Termasuk tentu saja aktivitas manusia dalam pemilihan umum (pemilu), sebutlah itu sebagai bagian dari sebuah permainan (juga). Dan namanya permainan, siapa pun pasti ada saja yang (akan) tergoda untuk main-main dan mempermainkan.
Caranya bagaimana? Ada seribu satu cara untuk main-main atau pun mempermainkan, namun intinya adalah ngakali srana nyimpang saka pranatan. Nguriki, itu berlaku urik; dan siapa yang berlaku urik ialah dia atau mereka yang tadi disebutkan ngakali srana nyimpang saka pranatan, berlaku tidak jujur dengan cara menyimpang dari aturan yang telah ada.
Itulah urik, yakni ora bares, tidak jujur, main curang; dan yang dipakai sebagai medianya tentu saja permainan itu sendiri berikut segala aturan permainannya.
Kalau urik diterapkan di laga sepak bola, ya berarti cara nguriki-nya tentu saja segala permainan dan aturan permainan di sepak bola.
Dalam sepakbola itu ada banyak peran dijalankan: ada pelatih, ada manajer, ada pemain, ada wasit, dan ada lainnya lagi. Siapa dapat urik di sana? Pemain bisa, wasit bisa, pelatih bisa. Caranya? Bermacam-macam cara, tetapi semua cara itu ditentukan oleh apa tujuan urik-nya.
Mau menang atau mau kalah. Memang ada permainan dengan tujuan mau kalah? Dunia ini, panggung sandiwara …………….
Urik-urikan
Kalau urik bermakna tidak jujur lewat menyimpang dari aturan; maka tindakannya disebut urik-urikan, maksudnya akal-akalan. Siapa pun sangat berpeluang untuk akal-akalan seperti ini; lagi-lagi yang kepingin (ngebet??) menang sangat mungkin menjalankan urik-urikan, pun yang (sengaja) mau kalah, -apalagi yang jelas akan kalah- , sangat mungkin juga bertindak/bermain akal-akalan. Komplitlah makna urik lan urik-urikan itu.
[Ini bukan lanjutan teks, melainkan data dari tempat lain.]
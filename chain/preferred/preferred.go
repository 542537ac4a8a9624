// Package preferred holds the preferred numbers that parts are bought in: the series E3 to E192 of IEC 60063:2015.
package preferred

import (
	"fmt"
	"math"
	"strconv"
)

// Series is one of the series; its number is how many values a decade has.
type Series int

// The series.
const (
	E3   Series = 3
	E6   Series = 6
	E12  Series = 12
	E24  Series = 24
	E48  Series = 48
	E96  Series = 96
	E192 Series = 192
)

// What parts come in where nothing is said: common practice, no source.
const (
	DefaultResistors  = E24
	DefaultCapacitors = E12
)

// e24 are the two-figure values, of which E3 to E12 are every eighth, fourth and second. They are older than the rule
// and differ from it in eight places.
var e24 = [...]int{10, 11, 12, 13, 15, 16, 18, 20, 22, 24, 27, 30, 33, 36, 39, 43, 47, 51, 56, 62, 68, 75, 82, 91}

// All returns the series from the coarsest to the finest.
func All() []Series { return []Series{E3, E6, E12, E24, E48, E96, E192} }

// Parse returns the series of a name such as "E24".
func Parse(name string) (Series, error) {
	for _, s := range All() {
		if s.String() == name {
			return s, nil
		}
	}
	return 0, fmt.Errorf("%q is no series of preferred values: E3, E6, E12, E24, E48, E96, E192", name)
}

// String returns the series' name.
func (s Series) String() string { return "E" + strconv.Itoa(int(s)) }

// Decade returns the series' values from 1 to below 10, as numbers of three figures from 100 on.
func (s Series) Decade() []int {
	n := int(s)
	values := make([]int, n)
	for i := range values {
		switch {
		case n <= 24:
			values[i] = 10 * e24[i*24/n]
		case n == 192 && i == 185:
			values[i] = 920 // the one exception to the rule, which gives 919
		default:
			values[i] = int(math.Round(100 * math.Pow(10, float64(i)/float64(n))))
		}
	}
	return values
}

// value returns the k-th value of the series, the 0th being 1, as the number nearest to its decimal figures.
func (s Series) value(decade []int, k int) float64 {
	n := len(decade)
	power, i := k/n, k%n
	if i < 0 {
		power, i = power-1, i+n
	}
	x, _ := strconv.ParseFloat(fmt.Sprintf("%de%d", decade[i], power-2), 64)
	return x
}

// same is how near a value must lie to a preferred one to count as it.
const same = 1e-6

// at returns the largest k whose value is not above x but for rounding.
func (s Series) at(decade []int, x float64) int {
	if !(x > 1e-30 && x < 1e30) {
		panic("preferred: value out of range")
	}
	k := int(math.Floor(math.Log10(x) * float64(len(decade))))
	for s.value(decade, k) > x*(1+same) {
		k--
	}
	for s.value(decade, k+1) <= x*(1+same) {
		k++
	}
	return k
}

// Down returns the next value below x, which may itself be one of the series. It panics for x outside 1e-30 to 1e30.
func (s Series) Down(x float64) float64 {
	d := s.Decade()
	k := s.at(d, x)
	if v := s.value(d, k); v < x*(1-same) {
		return v
	}
	return s.value(d, k-1)
}

// Up returns the next value above x, which may itself be one of the series. It panics for x outside 1e-30 to 1e30.
func (s Series) Up(x float64) float64 {
	d := s.Decade()
	return s.value(d, s.at(d, x)+1)
}

// Nearest returns the value nearest to x by ratio. It panics for x outside 1e-30 to 1e30.
func (s Series) Nearest(x float64) float64 {
	d := s.Decade()
	k := s.at(d, x)
	low, high := s.value(d, k), s.value(d, k+1)
	if x/low <= high/x {
		return low
	}
	return high
}

// Pair is two values and what they make together.
type Pair struct {
	A, B   float64 // A ≥ B ≥ A/1000
	Makes  float64 // A + B, or A·B/(A + B)
	Summed bool    // whether the two add: resistors in series, capacitors in parallel
}

// widest is the largest A/B of a [Pair]: beyond it, B is less than the tolerance of A.
const widest = 1000

// nearer is by how much, of the wanted value, a pair must come nearer than another: less is rounding.
const nearer = 1e-12

// Pairs returns the pair of the series whose sum comes nearest to x, and the pair whose A·B/(A + B) does; of pairs that
// come equally near, the one whose values are closest to one another. It panics for x outside 1e-26 to 1e26.
func (s Series) Pairs(x float64) (sum, share Pair) {
	if !(x >= 1e-26 && x <= 1e26) {
		panic("preferred: value out of range")
	}
	d := s.Decade()
	sum, share = Pair{Summed: true, Makes: math.Inf(1)}, Pair{Makes: math.Inf(1)}
	better := func(p *Pair, a, b, makes float64) {
		if math.Abs(makes-x) < math.Abs(p.Makes-x)-nearer*x {
			p.A, p.B, p.Makes = math.Max(a, b), math.Min(a, b), makes
		}
	}
	// The larger of a sum goes from the last value up to x/2 to the first above x, the smaller of the others from the
	// last value up to x to the first above 2x; the partner is a neighbour of what would be exact.
	for k, last := s.at(d, x/2), s.at(d, x)+1; k <= last; k++ {
		a := s.value(d, k)
		below := s.at(d, math.Max(x-a, a/widest))
		for j := below; j <= below+1; j++ {
			if b := s.value(d, j); a <= widest*b*(1+same) {
				better(&sum, a, b, a+b)
			}
		}
	}
	for k, last := s.at(d, 2*x)+1, s.at(d, x); k >= last; k-- {
		b := s.value(d, k)
		exact := widest * b
		if b > x {
			exact = math.Min(exact, b*x/(b-x))
		}
		below := s.at(d, exact)
		for j := below; j <= below+1; j++ {
			if a := s.value(d, j); a <= widest*b*(1+same) {
				better(&share, a, b, a*b/(a+b))
			}
		}
	}
	return sum, share
}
Sedemikian suram seperti itukah makna sebuah permainan karena “niscaya” disertai urik lan urik-urikan? Tentu saja tidak. Mereka yang berlaku urik atau urik-urikan, dari segi jumlah pasti amatlah sedikit; dan jangan lupa mereka pasti akan “main cantik” agar tidak nampak sedang bertindak urik utawa urik-urikan.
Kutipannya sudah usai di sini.